User Topic: Struggling with single parenting
dindy
♀ 38424
Member # 38424
Default  Posted: 6:57 AM, June 25th (Tuesday), 2013View ProfileEdit MessagePrivate MessageHomepage

I'm really struggling to balance the emotional needs of my two children. My DD who is 14 months is quite high needs and always has been. She is very attached to me and quite understandably so as her father started his affair whilst I was pregnant with her.
The problem I'm struggling with is being able to give my DS the time he needs. I can't afford to put my DD into extra childcare yet I really need some one-one time with my son.
I had to bring him home early from kindergarten today as he was feeling unwell. He's been saying this for a few days now and I don't think there is anything physical wrong with him, more a case of feeling emotionally neglected. He's said he's feeling sad, something he's not said since we moved out of our broken home neatly 3 months ago. I think his patents splitting up and his sister demanding so much of my time is making him feel left out.
Any suggestions?

xWS did say that he wanted to swap custody so that he could have a weekend free and spend more time with his kids a couple of months ago, but hasn't mentioned it since.

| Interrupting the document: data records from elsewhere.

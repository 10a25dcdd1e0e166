import fc from 'fast-check';
import { describe, expect, it } from 'vitest';
import { Fault, type PlanRange, conflicts, planRates } from '../../../src/engine';
import { middleOf, nextMiddle, rangeOf, rateAt, roomiest, stepped } from '../../../src/pane/ruler/candidate';
import { rulesOf } from '../../../src/pane/ruler/rules';
import { cells, planOf, rows } from '../ladder/plans';

const SEED = 411;

const range = (lowest: number, highest: number): PlanRange => ({
  lowest, highest, width: highest - lowest, centre: (lowest + highest) / 2, headroom: ((highest - lowest) / (highest + lowest)) * 1e6,
});
const free = { step: null };

describe('the rate that a point on the ruler means', () => {
  const usable = [range(100.1, 108), range(120.123456, 120.123457), range(150, 150)];

  it.each([
    //                                              point      reach  step  rate
    ['a short decimal near it                    ', 103.4567, 0.3, null, 103.5],
    ['a short decimal where nothing is usable    ', 113.4567, 0.3, null, 113.5],
    ['the nearest usable rate within reach       ', 99.97, 0.3, null, 100.1],
    ['a decimal inside a range far below reach   ', 120.3, 0.3, null, 120.123457],
    ['the one rate of an isolated range          ', 150.2, 0.3, null, 150],
    ['a multiple of the step inside the range    ', 100, 0.3, 0.48, 100.32],
    ['the nearest multiple where none is inside  ', 120.3, 0.3, 0.48, 120.48],
  ])('is %s', (_, point, reach, step, rate) => {
    expect(rateAt(point, usable, reach, { step })).toBe(rate);
  });

  it(`never fails where a usable rate is within reach: the engine's own verdict on random plans (seed ${SEED})`, () => {
    let chosen = 0;
    fc.assert(fc.property(rows(4), cells, fc.array(fc.double({ min: 0, max: 1, noNaN: true }), { minLength: 5, maxLength: 5 }), fc.constantFrom(null, 0.01, 0.32), (given, numbers, shares, step) => {
      const { plan, ppm } = rulesOf(planOf(given, numbers), { harmonics: 1, cores: 1 });
      const [from, to] = [50, 400];
      let ranges: PlanRange[];
      try {
        ranges = planRates(plan, from, to, ppm);
      } catch (fault) {
        if (fault instanceof Fault) return;
        throw fault;
      }
      const offered = [
        ...shares.map((share) => rateAt(from + share * (to - from), ranges, 0.5, { step })).filter((rate) => rangeOf(rate, ranges)),
        ...roomiest(ranges, { step }, 5).map(({ rate }) => rate),
        ...[1, -1].flatMap((direction) => nextMiddle(200, direction as 1 | -1, ranges, { step }) ?? []),
      ];
      for (const rate of offered) {
        expect(conflicts(plan, rate, ppm), `${rate}`).toEqual([]);
        if (step !== null) expect(Math.abs(Math.round(rate / step) * step - rate)).toBeLessThan(1e-9);
        chosen++;
      }
      // Within reach of a usable rate, what is meant is usable, but for the grid.
      if (step === null) for (const { lowest, highest } of ranges.slice(0, 10)) expect(rangeOf(rateAt((lowest + highest!) / 2 + 0.2, ranges, 0.5, free), ranges)).not.toBeNull();
    }), { seed: SEED, numRuns: 400 });
    expect(chosen).toBeGreaterThan(500);
  });
});

describe('steps of the candidate', () => {
  it.each([
    //  rate      by   width  step   next
    [100.237, 1, 200, null, 101],
    [100.237, -1, 200, null, 100],
    [100, 1, 200, null, 101],
    [100, -10, 200, null, 90],
    [100.1, 1, 2, null, 100.11],
    [100.1, 1, 200, 30.72, 122.88],
    [122.88, 1, 200, 30.72, 153.6],
    [122.88, -10, 200, 30.72, 30.72],
    [0.3, 1, 20, 0.1, 0.4],
  ])('from %d by %d in a window %d wide on a step of %s lead to %d', (rate, by, width, step, next) => {
    expect(stepped(rate, by, width, { step })).toBe(next);
  });

  it('go from range to range, passing those without a multiple of the step', () => {
    const usable = [range(90, 92), range(100.1, 100.3), range(110, 114)];
    expect(nextMiddle(91, 1, usable, free)).toBe(100.2);
    expect(nextMiddle(91, 1, usable, { step: 1 })).toBe(112);
    expect(nextMiddle(112, -1, usable, { step: 1 })).toBe(91);
    expect(nextMiddle(112, 1, usable, free)).toBeNull();
  });

  it('middles are short and near the middle', () => {
    expect(middleOf(range(100.0123, 108.987), free)).toBe(104.5);
    expect(middleOf(range(120.123456, 120.123457), free)).toBeCloseTo(120.1234565, 7);
    expect(middleOf(range(100.1, 100.3), { step: 7 })).toBeNull();
  });

  it('the roomiest come first', () => {
    const offers = roomiest([range(90, 91), range(100, 108), range(110, 114)], free, 2);
    expect(offers.map(({ rate, headroom }) => [rate, Math.floor(headroom)])).toEqual([[104, 38461], [112, 17857]]); // 4/104 and 2/112
  });
});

He also said he was going to take a few half days off work to have one-one time with them separately but hadn't mentioned that since either.
I did email him yesterday to remind him of this but surprise surprise he hasn't bothered to return my email.
I hate knowing that my children are suffering because of our split. :(


Posts: 459 | Registered: Feb 2013 | From: uk
MyTurnATL
♀ 28856
Member # 28856
Default  Posted: 7:16 AM, June 25th (Tuesday), 2013View ProfileEdit MessagePrivate MessageHomepage

Do you know any other moms of small children? I used to have a mom's day arrangement with a friend when my children were small. Once a week she would take both my kids for a morning, and the next week I would take her two. You could adjust it so that you swapped just your DD, which would give you some one on one time with ds.

Posts: 455 | Registered: Jun 2010
dindy
♀ 38424
Member # 38424
Default  Posted: 8:23 AM, June 25th (Tuesday), 2013View ProfileEdit MessagePrivate MessageHomepage

Thanks MyTurnATL. I do have friends with small children but they work the days my son is not at kindergarten. My friend, who runs the nursery my DD attends has offered an extra morning for free on Thursday so that I can do something nice for my son. I feel very grateful.

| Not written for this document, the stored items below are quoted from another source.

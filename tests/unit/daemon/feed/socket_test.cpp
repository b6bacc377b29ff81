// The feed socket and its client, over real sockets.
#include <sys/resource.h>
#include <sys/socket.h>
#include <sys/stat.h>
#include <sys/un.h>
#include <unistd.h>

#include <boost/asio/buffer.hpp>
#include <boost/asio/ip/tcp.hpp>
#include <boost/asio/write.hpp>
#include <nlohmann/json.hpp>
#include <stdexcept>

#include "daemon/feed/client.h"
#include "daemon/feed/socket_server.h"
#include "expect.h"
#include "network.h"

namespace nightweigh::feed {
namespace {

namespace asio = boost::asio;
using asio::ip::tcp;
using nlohmann::json;

SocketSettings tcp_settings() {
  SocketSettings settings;
  settings.address = "127.0.0.1";
  return settings;
}

// A running server; stopped, and seen to have stopped, at the end.
struct Running {
  explicit Running(SocketSettings settings = tcp_settings()) : runner(network.io) {
    auto opened = SocketServer::open(network.io, std::move(settings), runner.deliver(), runner.report());
    INFO((opened ? std::string() : opened.error().message()));
    REQUIRE(opened.has_value());
    server = std::move(*opened);
    server->start();
  }
  ~Running() {
    server->stop();
    CHECK(eventually([&] { return server->stopped(); }));
  }
  std::string endpoint() const { return server->endpoint(); }
  std::uint16_t port() const {
    return static_cast<std::uint16_t>(std::stoi(endpoint().substr(endpoint().rfind(':') + 1)));
  }
  Network network;
  FakeRunner runner;
  std::unique_ptr<SocketServer> server;
};

// A plain blocking connection; a read that takes 30 s fails the test instead of hanging it.
class Peer {
 public:
  explicit Peer(std::uint16_t port) : socket_(io_) {
    socket_.connect(tcp::endpoint(asio::ip::address_v4::loopback(), port));
    const timeval limit{30, 0};
    ::setsockopt(socket_.native_handle(), SOL_SOCKET, SO_RCVTIMEO, &limit, sizeof limit);
  }
  // False when the other side has closed.
  bool send(std::string_view text) {
    boost::system::error_code ec;
    asio::write(socket_, asio::buffer(text.data(), text.size()), ec);
    return !ec;
  }
  // The next line; nullopt at the end of the connection.
  std::optional<std::string> line() {
    for (;;) {
      const std::size_t newline = received_.find('\n');
      if (newline != std::string::npos) {
        std::string out = received_.substr(0, newline);
        received_.erase(0, newline + 1);
        return out;
      }
      char chunk[4096];
      const ssize_t got = ::recv(socket_.native_handle(), chunk, sizeof chunk, 0);
      if (got <= 0) return std::nullopt;
      received_.append(chunk, static_cast<std::size_t>(got));
    }
  }
  json answer() {
    const auto text = line();
    REQUIRE(text.has_value());
    return json::parse(*text);
  }
  void finish_writing() { socket_.shutdown(tcp::socket::shutdown_send); }
  void close() { socket_.close(); }

 private:
  asio::io_context io_;
  tcp::socket socket_;
  std::string received_;
};

TEST_CASE("lines in, acknowledgements out, in order") {
  Running running;
  Peer peer(running.port());
  SUBCASE("several lines in one packet, empty ones ignored, CR dropped") {
    peer.send("one\n\n\r\ntwo\r\nthree\n");
  }
  SUBCASE("byte by byte") {
    for (const char c : std::string("one\ntwo\nthree\n")) {
      peer.send(std::string(1, c));
      std::this_thread::sleep_for(std::chrono::milliseconds(1));
    }
  }
  SUBCASE("lines that lie across packets") {
    peer.send("one\ntw");
    CHECK(eventually([&] { return running.runner.count() == 1; }));
    peer.send("o\nth");
    peer.send("ree\n");
  }
  SUBCASE("the sender closes its side after the last newline") {
    peer.send("one\ntwo\nthree\n");
    peer.finish_writing();
  }
  for (std::size_t number = 1; number <= 3; ++number) {
    const json answer = peer.answer();
    CHECK(answer["status"] == "taken");
    CHECK(answer["rows"] == number);
  }
  const auto deliveries = running.runner.deliveries();
  REQUIRE(deliveries.size() == 3);
  CHECK(deliveries[0].bytes == "one");
  CHECK(deliveries[1].bytes == "two");
  CHECK(deliveries[2].bytes == "three");
  CHECK(deliveries[0].is_json);
  CHECK(deliveries[0].source == "socket: connection 1");
}

TEST_CASE("a line that the end of the connection cuts off is not delivered") {
  Running running;
  {
    Peer peer(running.port());
    peer.send("{\"closes\":[");
    peer.close();
  }
  Peer half(running.port());
  half.send("good\n{\"closes\":[");
  half.finish_writing();
  CHECK(half.answer()["status"] == "taken");
  const json answer = half.answer();  // whoever still listens is told
  CHECK(answer["status"] == "refused");
  CHECK(contains(answer["errors"][0]["problem"].get<std::string>(), "ended before the line did"));
  CHECK_FALSE(half.line().has_value());
  CHECK(running.runner.count() == 1);
}

TEST_CASE("a line without end is refused at the limit, and the next connection is served") {
  SocketSettings settings = tcp_settings();
  settings.limits.line_bytes_max = 100'000;
  Running running(settings);
  Peer peer(running.port());
  std::thread writer([&] {
    const std::string chunk(100'000, '[');
    for (int i = 0; i < 700 && peer.send(chunk); ++i) {  // 70 MB, if nobody stops it
    }
  });
  const json answer = peer.answer();
  writer.join();
  CHECK(answer["status"] == "refused");
  CHECK(answer["errors"][0]["kind"] == "limit");
  CHECK(contains(answer["errors"][0]["problem"].get<std::string>(), "longer than the limit of 100000 bytes"));
  CHECK_FALSE(peer.line().has_value());
  CHECK(running.runner.count() == 0);
  Peer next(running.port());
  next.send(std::string(100'000, 'x') + "\n");  // exactly the limit
  CHECK(next.answer()["status"] == "taken");
  next.send(std::string(100'001, 'x') + "\n");
  CHECK(next.answer()["errors"][0]["kind"] == "limit");
}

TEST_CASE("connections beyond the bound are told so") {
  SocketSettings settings = tcp_settings();
  settings.connections_max = 2;
  Running running(settings);
  std::optional<Peer> first(running.port());
  Peer second(running.port());
  first->send("one\n");
  first->answer();
  second.send("two\n");
  second.answer();
  {
    Peer third(running.port());
    third.send("three\n");
    const json answer = third.answer();
    CHECK(answer["status"] == "refused");
    CHECK(answer["errors"][0]["kind"] == "busy");
    CHECK_FALSE(third.line().has_value());
  }
  first.reset();
  // A place is free again as soon as the server has seen the end.
  CHECK(eventually([&] {
    Peer again(running.port());
    again.send("again\n");
    return again.answer()["status"] == "taken";
  }));
  second.send("still there\n");
  CHECK(second.answer()["status"] == "taken");
}

TEST_CASE("an idle connection is closed, one that sends is not") {
  SocketSettings settings = tcp_settings();
  settings.idle_limit = std::chrono::milliseconds(400);
  Running running(settings);
  Peer idle(running.port());
  idle.send("half a li");
  CHECK_FALSE(idle.line().has_value());
  Peer busy(running.port());
  for (int i = 0; i < 5; ++i) {
    std::this_thread::sleep_for(std::chrono::milliseconds(100));
    busy.send("x");
  }
  busy.send("\n");
  CHECK(busy.answer()["status"] == "taken");
}

TEST_CASE("an answer that nobody reads ends the connection") {
  SocketSettings settings = tcp_settings();
  settings.write_limit = std::chrono::milliseconds(200);
  Running running(settings);
  running.runner.answer = [](const std::string&, std::size_t) {
    return refusal(std::string(16 << 20, 'd'), {});  // more than the kernel's buffers hold
  };
  Peer peer(running.port());
  peer.send("one\ntwo\n");
  CHECK(eventually([&] { return running.runner.count() == 1; }));
  std::this_thread::sleep_for(std::chrono::seconds(4));
  while (peer.line().has_value()) {
  }
  CHECK(running.runner.count() == 1);  // the second line was never taken
}

TEST_CASE("a failure of the runner is an answer, not the end") {
  Running running;
  running.runner.answer = [](const std::string& bytes, std::size_t) -> Acknowledgement {
    if (bytes == "bad") throw std::runtime_error("the disk is on fire");
    return {Acknowledgement::Status::known, "", 0, {}, {}};
  };
  Peer peer(running.port());
  peer.send("bad\ngood\n");
  const json answer = peer.answer();
  CHECK(answer["status"] == "refused");
  CHECK(answer["errors"][0]["kind"] == "storage");
  CHECK(answer["errors"][0]["value"] == "the disk is on fire");
  CHECK(peer.answer()["status"] == "known");
  CHECK(running.runner.lines().size() == 1);
}

TEST_CASE("stop answers the batch in hand and closes the rest") {
  Running running;
  running.runner.delay = std::chrono::milliseconds(300);
  Peer working(running.port()), idle(running.port());
  idle.send("half");
  working.send("one\ntwo\n");
  CHECK(eventually([&] { return running.runner.count() == 1; }));
  running.server->stop();
  CHECK_FALSE(idle.line().has_value());
  CHECK(working.answer()["status"] == "taken");
  CHECK_FALSE(working.line().has_value());
  CHECK(eventually([&] { return running.server->stopped(); }));
  CHECK(running.runner.count() == 1);
  CHECK_THROWS(Peer(running.port()));
}

TEST_CASE("addresses: in use, not loopback, IPv6") {
  Running running;
  SocketSettings settings = tcp_settings();
  settings.port = running.port();
  auto again = SocketServer::open(running.network.io, settings, running.runner.deliver());
  REQUIRE_FALSE(again.has_value());
  CHECK(again.error().kind == ErrorKind::busy);
  CHECK(contains(again.error().message(), running.endpoint()));
  for (const std::string address : {"0.0.0.0", "192.0.2.1", "localhost", "127.0.0.1 "}) {
    settings.address = address;
    auto refused = SocketServer::open(running.network.io, settings, running.runner.deliver());
    REQUIRE_FALSE(refused.has_value());
    CHECK(refused.error().kind == ErrorKind::bad_settings);
    CHECK(contains(refused.error().message(), address));
  }
  settings.address = "::1";
  settings.port = 0;
  auto six = SocketServer::open(running.network.io, settings, running.runner.deliver());
  if (!six) {
    MESSAGE("no IPv6 here: " << six.error().message());
    return;
  }
  (*six)->start();
  CHECK((*six)->endpoint().substr(0, 6) == "[::1]:");
  CHECK(send_line((*six)->endpoint(), "one").has_value());
  (*six)->stop();
  CHECK(eventually([&] { return (*six)->stopped(); }));
}

TEST_CASE("Unix-domain socket: mode, stale file, live file, other file") {
  const TestFolder folder;
  SocketSettings settings;
  settings.path = folder.path / "feed.sock";
  const auto listening = [&] { return std::filesystem::exists(settings.path); };

  // What a killed process leaves: a bound socket file that nobody listens on.
  const int stale = ::socket(AF_UNIX, SOCK_STREAM, 0);
  sockaddr_un address{};
  address.sun_family = AF_UNIX;
  settings.path.string().copy(address.sun_path, sizeof address.sun_path - 1);
  REQUIRE(::bind(stale, reinterpret_cast<const sockaddr*>(&address), sizeof address) == 0);
  ::close(stale);
  REQUIRE(listening());
  {
    Running running(settings);
    CHECK(running.endpoint() == "unix:" + settings.path.string());
    struct stat status {};
    REQUIRE(::stat(settings.path.c_str(), &status) == 0);
    CHECK((status.st_mode & 0777) == 0600);
    const auto answer = send_line(running.endpoint(), "one");
    INFO((answer ? std::string() : answer.error().message()));
    REQUIRE(answer.has_value());
    CHECK(json::parse(*answer)["status"] == "taken");

    auto second = SocketServer::open(running.network.io, settings, running.runner.deliver());
    REQUIRE_FALSE(second.has_value());
    CHECK(second.error().kind == ErrorKind::busy);
    CHECK(listening());
    CHECK(send_line(running.endpoint(), "two").has_value());
  }
  CHECK_FALSE(listening());

  write_text(settings.path, "precious");
  Network network;
  FakeRunner runner(network.io);
  auto refused = SocketServer::open(network.io, settings, runner.deliver());
  REQUIRE_FALSE(refused.has_value());
  CHECK(contains(refused.error().message(), "is a file that is no socket"));
  CHECK(read_text(settings.path) == "precious");
  settings.path = folder.path / std::string(150, 'x');
  CHECK_FALSE(SocketServer::open(network.io, settings, runner.deliver()).has_value());
}

TEST_CASE("client: a whole exchange, and a refusal that comes before the line is written") {
  SocketSettings settings = tcp_settings();
  settings.limits.line_bytes_max = 1000;
  Running running(settings);
  const auto answer = send_line(running.endpoint(), "{}");
  REQUIRE(answer.has_value());
  CHECK(json::parse(*answer)["status"] == "taken");
  CHECK(running.runner.deliveries().at(0).bytes == "{}");
  const auto refused = send_line(running.endpoint(), std::string(20 << 20, 'x'));
  INFO((refused ? std::string() : refused.error().message()));
  REQUIRE(refused.has_value());
  CHECK(json::parse(*refused)["errors"][0]["kind"] == "limit");
}

TEST_CASE("client: what can go wrong") {
  for (const std::string bad :
       {"", "127.0.0.1", "127.0.0.1:", "127.0.0.1:0", "127.0.0.1:70000", "127.0.0.1:12x", "localhost:8421",
        "::1:8421", "[127.0.0.1]:8421", "unix:", ":8421"}) {
    const auto result = send_line(bad, "{}");
    REQUIRE_FALSE(result.has_value());
    CHECK(result.error().kind == ErrorKind::bad_input);
    CHECK(contains(result.error().message(), "Write it like"));
  }
  CHECK_FALSE(send_line("127.0.0.1:1", "").has_value());
  CHECK_FALSE(send_line("127.0.0.1:1", "a\nb").has_value());

  const TestFolder folder;
  const auto nobody = send_line("unix:" + (folder.path / "none").string(), "{}");
  REQUIRE_FALSE(nobody.has_value());
  CHECK(nobody.error().kind == ErrorKind::not_found);
  CHECK(contains(nobody.error().message(), "Start the service with `nightweigh serve`"));

  // A port on which surely nobody listens: one that was just given back.
  asio::io_context io;
  tcp::acceptor acceptor(io, tcp::endpoint(asio::ip::address_v4::loopback(), 0));
  const std::string endpoint = "127.0.0.1:" + std::to_string(acceptor.local_endpoint().port());
  SUBCASE("nobody listens") {
    acceptor.close();
    const auto result = send_line(endpoint, "{}");
    REQUIRE_FALSE(result.has_value());
    CHECK(result.error().kind == ErrorKind::not_found);
  }
  SUBCASE("no answer in time") {
    const auto result = send_line(endpoint, "{}", {std::chrono::seconds(5), std::chrono::milliseconds(200)});
    REQUIRE_FALSE(result.has_value());
    CHECK(result.error().kind == ErrorKind::busy);
  }
  SUBCASE("the connection breaks") {
    std::thread breaker([&] { acceptor.accept().close(); });
    const auto result = send_line(endpoint, "{}");
    breaker.join();
    REQUIRE_FALSE(result.has_value());
    CHECK(result.error().kind == ErrorKind::storage);
    CHECK(contains(result.error().message(), "Send the batch again"));
  }
}

TEST_CASE("out of descriptors: no spinning, and service again afterwards") {
  Running running;
  Peer waiting(running.port());  // a connection made before the descriptors are gone
  waiting.send("one\n");
  waiting.answer();
  rlimit before{};
  REQUIRE(::getrlimit(RLIMIT_NOFILE, &before) == 0);
  // The peer's socket gets its number first; then no higher one may be opened.
  asio::io_context io;
  tcp::socket late(io);
  late.open(tcp::v4());
  const int lowest_free = ::dup(0);
  ::close(lowest_free);
  const rlimit none{static_cast<rlim_t>(lowest_free), before.rlim_max};
  REQUIRE(::setrlimit(RLIMIT_NOFILE, &none) == 0);
  boost::system::error_code ec;
  late.connect(tcp::endpoint(asio::ip::address_v4::loopback(), running.port()), ec);
  const bool told = eventually([&] { return !running.runner.lines().empty(); });
  std::this_thread::sleep_for(std::chrono::milliseconds(350));
  const std::size_t complaints = running.runner.lines().size();
  REQUIRE(::setrlimit(RLIMIT_NOFILE, &before) == 0);
  CHECK_FALSE(ec);
  CHECK(told);
  CHECK(complaints < 20);  // one each 100 ms
  asio::write(late, asio::buffer(std::string("two\n")));
  CHECK(eventually([&] { return running.runner.count() == 2; }));
}

}  // namespace
}  // namespace nightweigh::feed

Posts: 459 | Registered: Feb 2013 | From: uk
chikastuff
♀ 35288
Member # 35288
Default  Posted: 9:23 AM, June 25th (Tuesday), 2013View ProfileEdit MessagePrivate MessageHomepage

Have you considered putting your son in therapy? While I agree that one-on-one time with you will help, I really think he could benefit from talking through his feelings with a third party. He's dealing with a lot of change and upheaval and the feelings he's likely having (abandonment, sadness, unworthiness) in the wake of everything can imprint and affect him for the rest of his life.


Me- 32
Happily engaged and moving on

Posts: 382 | Registered: Apr 2012 | From: New England
tesla
♀ 34697
Member # 34697
Default  Posted: 9:38 AM, June 25th (Tuesday), 2013View ProfileEdit MessagePrivate MessageHomepage

THe one on one time doesn't have to be anyting big. Teslet loves it when I let him help me cook something (he's very good at making a home made pizza). Also, just sitting on the couch and watching a show he chooses with a popcorn snack or helping with a project around home (I let him 'wash' the windows ) I assume baby still takes a nap, that's a great time for a little one on one activity with your kiddo.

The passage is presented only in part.